(Dataset entries)
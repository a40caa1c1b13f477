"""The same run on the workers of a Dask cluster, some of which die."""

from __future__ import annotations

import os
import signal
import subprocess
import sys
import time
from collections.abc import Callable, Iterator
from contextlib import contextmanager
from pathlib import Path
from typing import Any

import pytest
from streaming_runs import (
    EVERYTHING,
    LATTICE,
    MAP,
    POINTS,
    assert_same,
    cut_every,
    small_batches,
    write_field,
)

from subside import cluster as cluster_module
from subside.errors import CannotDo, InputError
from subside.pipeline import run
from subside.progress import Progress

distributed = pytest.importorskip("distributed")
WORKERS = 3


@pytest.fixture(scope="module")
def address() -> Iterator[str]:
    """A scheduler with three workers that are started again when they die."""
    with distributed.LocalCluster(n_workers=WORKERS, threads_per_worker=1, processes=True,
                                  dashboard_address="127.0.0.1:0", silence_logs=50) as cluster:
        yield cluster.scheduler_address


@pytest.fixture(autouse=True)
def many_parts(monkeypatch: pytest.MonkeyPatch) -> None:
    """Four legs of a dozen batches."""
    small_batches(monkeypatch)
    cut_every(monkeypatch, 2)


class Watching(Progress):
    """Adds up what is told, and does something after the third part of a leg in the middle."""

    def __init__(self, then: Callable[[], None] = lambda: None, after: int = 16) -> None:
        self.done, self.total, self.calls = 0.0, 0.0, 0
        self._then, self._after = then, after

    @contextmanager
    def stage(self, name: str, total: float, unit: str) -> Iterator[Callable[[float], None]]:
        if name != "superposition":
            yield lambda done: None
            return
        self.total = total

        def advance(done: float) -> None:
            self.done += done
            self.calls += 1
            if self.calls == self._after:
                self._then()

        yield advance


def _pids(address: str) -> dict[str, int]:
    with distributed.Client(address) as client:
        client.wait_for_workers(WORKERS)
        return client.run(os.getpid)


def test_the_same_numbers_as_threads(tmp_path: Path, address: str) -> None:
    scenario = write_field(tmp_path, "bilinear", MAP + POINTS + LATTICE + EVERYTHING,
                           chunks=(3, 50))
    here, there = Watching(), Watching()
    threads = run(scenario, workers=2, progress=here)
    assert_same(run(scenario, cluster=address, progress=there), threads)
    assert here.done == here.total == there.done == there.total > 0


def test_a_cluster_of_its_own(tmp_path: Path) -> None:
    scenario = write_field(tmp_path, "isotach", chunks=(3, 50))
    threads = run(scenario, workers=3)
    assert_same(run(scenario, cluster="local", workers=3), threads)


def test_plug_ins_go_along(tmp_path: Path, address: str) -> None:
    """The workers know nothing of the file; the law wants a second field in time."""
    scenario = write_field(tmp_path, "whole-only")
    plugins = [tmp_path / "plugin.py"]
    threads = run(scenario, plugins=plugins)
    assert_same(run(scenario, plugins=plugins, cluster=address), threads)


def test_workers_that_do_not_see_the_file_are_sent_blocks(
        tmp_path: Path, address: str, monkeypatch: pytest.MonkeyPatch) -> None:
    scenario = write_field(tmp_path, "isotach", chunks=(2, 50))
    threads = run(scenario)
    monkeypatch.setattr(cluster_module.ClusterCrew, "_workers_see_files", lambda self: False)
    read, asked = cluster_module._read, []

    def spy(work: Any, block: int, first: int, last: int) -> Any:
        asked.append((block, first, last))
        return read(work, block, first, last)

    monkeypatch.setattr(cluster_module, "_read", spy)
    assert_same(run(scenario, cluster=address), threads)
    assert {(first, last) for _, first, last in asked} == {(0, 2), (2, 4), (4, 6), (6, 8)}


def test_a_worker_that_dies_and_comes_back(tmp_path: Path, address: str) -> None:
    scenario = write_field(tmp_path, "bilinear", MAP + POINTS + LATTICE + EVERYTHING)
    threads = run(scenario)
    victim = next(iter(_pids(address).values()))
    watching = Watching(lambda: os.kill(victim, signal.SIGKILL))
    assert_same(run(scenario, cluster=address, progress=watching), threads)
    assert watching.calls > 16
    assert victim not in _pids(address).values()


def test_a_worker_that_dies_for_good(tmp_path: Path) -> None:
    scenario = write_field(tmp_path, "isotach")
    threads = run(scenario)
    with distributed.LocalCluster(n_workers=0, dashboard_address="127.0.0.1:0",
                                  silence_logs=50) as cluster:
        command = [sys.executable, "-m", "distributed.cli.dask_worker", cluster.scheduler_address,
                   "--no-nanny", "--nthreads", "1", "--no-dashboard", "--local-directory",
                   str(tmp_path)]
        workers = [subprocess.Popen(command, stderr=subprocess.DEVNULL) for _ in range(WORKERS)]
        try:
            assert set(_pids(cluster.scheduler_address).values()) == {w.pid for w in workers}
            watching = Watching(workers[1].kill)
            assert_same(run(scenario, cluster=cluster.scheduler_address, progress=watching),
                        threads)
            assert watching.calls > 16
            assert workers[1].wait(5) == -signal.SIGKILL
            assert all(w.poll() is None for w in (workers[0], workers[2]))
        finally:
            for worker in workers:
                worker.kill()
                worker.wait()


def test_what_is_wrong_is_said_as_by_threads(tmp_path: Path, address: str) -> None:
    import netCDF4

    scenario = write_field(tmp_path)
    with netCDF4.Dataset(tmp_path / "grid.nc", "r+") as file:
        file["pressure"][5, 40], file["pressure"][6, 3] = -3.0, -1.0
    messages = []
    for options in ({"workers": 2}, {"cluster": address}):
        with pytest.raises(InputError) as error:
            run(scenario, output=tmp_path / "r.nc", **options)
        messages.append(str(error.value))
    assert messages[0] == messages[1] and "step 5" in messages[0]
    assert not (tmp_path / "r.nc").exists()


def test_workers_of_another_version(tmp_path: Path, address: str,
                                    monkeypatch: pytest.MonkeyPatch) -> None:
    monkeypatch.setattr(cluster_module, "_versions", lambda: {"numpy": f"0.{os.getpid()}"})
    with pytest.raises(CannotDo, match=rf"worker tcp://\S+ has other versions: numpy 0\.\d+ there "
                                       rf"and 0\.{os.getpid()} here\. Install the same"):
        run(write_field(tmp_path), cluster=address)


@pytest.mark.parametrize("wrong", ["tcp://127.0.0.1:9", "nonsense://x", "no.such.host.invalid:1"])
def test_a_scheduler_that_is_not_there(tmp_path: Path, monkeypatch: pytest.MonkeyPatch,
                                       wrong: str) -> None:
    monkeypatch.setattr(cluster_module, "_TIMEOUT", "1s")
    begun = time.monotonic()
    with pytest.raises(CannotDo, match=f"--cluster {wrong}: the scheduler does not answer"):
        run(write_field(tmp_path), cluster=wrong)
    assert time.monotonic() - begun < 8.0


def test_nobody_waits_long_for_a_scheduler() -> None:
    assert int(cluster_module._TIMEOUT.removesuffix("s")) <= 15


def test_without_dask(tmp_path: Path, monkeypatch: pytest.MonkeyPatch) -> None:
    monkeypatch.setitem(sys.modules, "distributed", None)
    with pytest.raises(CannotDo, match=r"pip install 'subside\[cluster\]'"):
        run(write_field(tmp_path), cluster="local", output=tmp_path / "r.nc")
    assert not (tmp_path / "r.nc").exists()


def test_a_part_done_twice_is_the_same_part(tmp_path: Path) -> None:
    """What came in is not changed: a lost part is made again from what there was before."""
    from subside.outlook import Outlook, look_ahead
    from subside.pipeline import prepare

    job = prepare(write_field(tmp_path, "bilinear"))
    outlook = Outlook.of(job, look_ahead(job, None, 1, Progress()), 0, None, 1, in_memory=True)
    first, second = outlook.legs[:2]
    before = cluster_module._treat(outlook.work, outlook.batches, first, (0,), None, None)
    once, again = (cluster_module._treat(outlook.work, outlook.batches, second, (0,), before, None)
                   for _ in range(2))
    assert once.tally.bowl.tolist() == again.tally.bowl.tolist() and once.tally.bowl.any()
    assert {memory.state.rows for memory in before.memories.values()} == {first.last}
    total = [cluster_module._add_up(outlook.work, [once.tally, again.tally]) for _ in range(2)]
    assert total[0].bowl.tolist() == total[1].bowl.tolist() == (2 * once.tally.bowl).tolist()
* * *
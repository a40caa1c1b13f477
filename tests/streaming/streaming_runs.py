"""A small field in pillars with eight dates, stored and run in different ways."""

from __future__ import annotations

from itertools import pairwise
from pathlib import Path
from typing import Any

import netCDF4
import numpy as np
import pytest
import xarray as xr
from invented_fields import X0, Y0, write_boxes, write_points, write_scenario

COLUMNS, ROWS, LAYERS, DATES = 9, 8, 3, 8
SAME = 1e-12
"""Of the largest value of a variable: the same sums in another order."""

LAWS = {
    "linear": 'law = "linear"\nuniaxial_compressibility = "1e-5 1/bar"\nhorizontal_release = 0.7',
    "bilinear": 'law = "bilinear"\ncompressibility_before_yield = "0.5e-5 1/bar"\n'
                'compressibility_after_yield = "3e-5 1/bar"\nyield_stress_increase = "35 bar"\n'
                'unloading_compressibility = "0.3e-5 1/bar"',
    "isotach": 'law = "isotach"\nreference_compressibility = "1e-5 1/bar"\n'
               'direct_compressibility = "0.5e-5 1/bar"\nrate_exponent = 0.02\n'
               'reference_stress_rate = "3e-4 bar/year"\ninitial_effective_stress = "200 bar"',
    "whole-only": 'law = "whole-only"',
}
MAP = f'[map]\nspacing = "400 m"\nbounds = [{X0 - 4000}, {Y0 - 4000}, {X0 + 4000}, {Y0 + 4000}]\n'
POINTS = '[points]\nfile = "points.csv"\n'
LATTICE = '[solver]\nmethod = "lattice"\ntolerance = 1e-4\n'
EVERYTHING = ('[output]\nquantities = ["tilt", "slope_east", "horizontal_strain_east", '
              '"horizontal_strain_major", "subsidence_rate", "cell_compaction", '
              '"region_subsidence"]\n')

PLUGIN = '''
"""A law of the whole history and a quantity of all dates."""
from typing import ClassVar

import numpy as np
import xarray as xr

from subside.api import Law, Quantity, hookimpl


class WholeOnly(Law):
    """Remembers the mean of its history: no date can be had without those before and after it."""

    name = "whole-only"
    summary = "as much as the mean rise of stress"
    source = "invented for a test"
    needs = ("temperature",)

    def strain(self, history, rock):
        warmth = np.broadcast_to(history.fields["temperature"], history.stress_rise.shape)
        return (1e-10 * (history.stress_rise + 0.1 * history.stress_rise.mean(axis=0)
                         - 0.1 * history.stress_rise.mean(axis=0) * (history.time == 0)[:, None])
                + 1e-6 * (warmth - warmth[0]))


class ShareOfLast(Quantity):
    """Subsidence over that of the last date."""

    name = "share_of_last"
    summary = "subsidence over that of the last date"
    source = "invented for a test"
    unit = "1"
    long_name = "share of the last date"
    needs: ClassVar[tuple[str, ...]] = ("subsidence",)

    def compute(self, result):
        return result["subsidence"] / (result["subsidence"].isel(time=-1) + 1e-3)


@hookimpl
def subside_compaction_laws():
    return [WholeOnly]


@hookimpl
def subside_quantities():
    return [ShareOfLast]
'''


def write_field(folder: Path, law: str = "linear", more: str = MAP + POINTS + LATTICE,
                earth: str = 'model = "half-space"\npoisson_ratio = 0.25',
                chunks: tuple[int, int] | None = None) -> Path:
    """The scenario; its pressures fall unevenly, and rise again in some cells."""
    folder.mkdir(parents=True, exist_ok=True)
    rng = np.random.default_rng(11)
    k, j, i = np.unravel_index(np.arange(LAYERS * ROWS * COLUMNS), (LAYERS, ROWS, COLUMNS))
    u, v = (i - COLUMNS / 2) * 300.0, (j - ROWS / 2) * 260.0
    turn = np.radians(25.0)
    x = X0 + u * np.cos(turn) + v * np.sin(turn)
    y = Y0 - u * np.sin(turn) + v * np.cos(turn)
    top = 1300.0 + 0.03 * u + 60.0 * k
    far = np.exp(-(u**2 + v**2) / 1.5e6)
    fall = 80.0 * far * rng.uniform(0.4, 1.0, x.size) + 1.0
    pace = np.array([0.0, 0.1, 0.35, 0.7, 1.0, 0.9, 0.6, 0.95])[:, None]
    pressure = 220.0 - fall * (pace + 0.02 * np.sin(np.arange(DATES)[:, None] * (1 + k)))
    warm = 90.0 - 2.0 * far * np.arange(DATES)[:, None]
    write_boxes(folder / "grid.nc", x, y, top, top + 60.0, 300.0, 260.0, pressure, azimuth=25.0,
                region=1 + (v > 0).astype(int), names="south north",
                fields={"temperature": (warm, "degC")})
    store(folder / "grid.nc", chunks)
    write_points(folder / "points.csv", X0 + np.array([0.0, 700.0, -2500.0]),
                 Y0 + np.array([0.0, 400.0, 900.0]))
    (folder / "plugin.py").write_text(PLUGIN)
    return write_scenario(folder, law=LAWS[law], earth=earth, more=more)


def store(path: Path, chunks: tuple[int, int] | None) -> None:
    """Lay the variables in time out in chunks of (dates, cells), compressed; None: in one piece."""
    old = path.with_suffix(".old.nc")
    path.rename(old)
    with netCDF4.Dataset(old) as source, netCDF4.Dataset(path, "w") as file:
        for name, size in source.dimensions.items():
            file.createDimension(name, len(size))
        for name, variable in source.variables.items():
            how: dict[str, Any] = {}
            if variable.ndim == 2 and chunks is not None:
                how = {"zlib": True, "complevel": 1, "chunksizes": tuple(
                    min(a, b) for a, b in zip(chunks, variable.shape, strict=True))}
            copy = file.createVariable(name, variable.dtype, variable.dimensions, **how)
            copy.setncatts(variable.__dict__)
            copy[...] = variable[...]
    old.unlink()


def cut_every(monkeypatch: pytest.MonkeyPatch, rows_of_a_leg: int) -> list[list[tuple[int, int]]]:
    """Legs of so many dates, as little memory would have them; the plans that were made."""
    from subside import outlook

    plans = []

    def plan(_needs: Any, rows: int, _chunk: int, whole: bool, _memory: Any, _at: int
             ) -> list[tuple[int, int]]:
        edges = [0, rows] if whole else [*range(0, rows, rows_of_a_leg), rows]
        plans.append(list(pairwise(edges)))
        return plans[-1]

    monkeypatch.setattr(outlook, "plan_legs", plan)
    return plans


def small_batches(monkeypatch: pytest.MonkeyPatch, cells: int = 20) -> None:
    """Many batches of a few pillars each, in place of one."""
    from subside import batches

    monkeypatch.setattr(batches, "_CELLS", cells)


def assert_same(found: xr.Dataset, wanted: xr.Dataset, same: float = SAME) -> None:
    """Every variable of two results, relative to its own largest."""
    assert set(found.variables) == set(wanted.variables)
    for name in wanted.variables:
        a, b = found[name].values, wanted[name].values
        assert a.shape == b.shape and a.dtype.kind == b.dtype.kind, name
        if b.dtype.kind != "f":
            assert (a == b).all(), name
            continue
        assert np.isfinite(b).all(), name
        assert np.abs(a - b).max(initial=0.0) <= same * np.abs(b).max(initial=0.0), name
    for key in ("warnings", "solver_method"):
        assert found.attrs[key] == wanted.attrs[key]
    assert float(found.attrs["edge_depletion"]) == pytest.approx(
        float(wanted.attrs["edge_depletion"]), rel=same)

Assignment —
Among the entries above, the line containing "asked.append((block, first, last))", the line containing "for options in", and all lines between them are to be restated word for word; nothing else belongs in the reply.

Response box —
        asked.append((block, first, last))
        return read(work, block, first, last)

    monkeypatch.setattr(cluster_module, "_read", spy)
    assert_same(run(scenario, cluster=address), threads)
    assert {(first, last) for _, first, last in asked} == {(0, 2), (2, 4), (4, 6), (6, 8)}


def test_a_worker_that_dies_and_comes_back(tmp_path: Path, address: str) -> None:
    scenario = write_field(tmp_path, "bilinear", MAP + POINTS + LATTICE + EVERYTHING)
    threads = run(scenario)
    victim = next(iter(_pids(address).values()))
    watching = Watching(lambda: os.kill(victim, signal.SIGKILL))
    assert_same(run(scenario, cluster=address, progress=watching), threads)
    assert watching.calls > 16
    assert victim not in _pids(address).values()


def test_a_worker_that_dies_for_good(tmp_path: Path) -> None:
    scenario = write_field(tmp_path, "isotach")
    threads = run(scenario)
    with distributed.LocalCluster(n_workers=0, dashboard_address="127.0.0.1:0",
                                  silence_logs=50) as cluster:
        command = [sys.executable, "-m", "distributed.cli.dask_worker", cluster.scheduler_address,
                   "--no-nanny", "--nthreads", "1", "--no-dashboard", "--local-directory",
                   str(tmp_path)]
        workers = [subprocess.Popen(command, stderr=subprocess.DEVNULL) for _ in range(WORKERS)]
        try:
            assert set(_pids(cluster.scheduler_address).values()) == {w.pid for w in workers}
            watching = Watching(workers[1].kill)
            assert_same(run(scenario, cluster=cluster.scheduler_address, progress=watching),
                        threads)
            assert watching.calls > 16
            assert workers[1].wait(5) == -signal.SIGKILL
            assert all(w.poll() is None for w in (workers[0], workers[2]))
        finally:
            for worker in workers:
                worker.kill()
                worker.wait()


def test_what_is_wrong_is_said_as_by_threads(tmp_path: Path, address: str) -> None:
    import netCDF4

    scenario = write_field(tmp_path)
    with netCDF4.Dataset(tmp_path / "grid.nc", "r+") as file:
        file["pressure"][5, 40], file["pressure"][6, 3] = -3.0, -1.0
    messages = []
    for options in ({"workers": 2}, {"cluster": address}):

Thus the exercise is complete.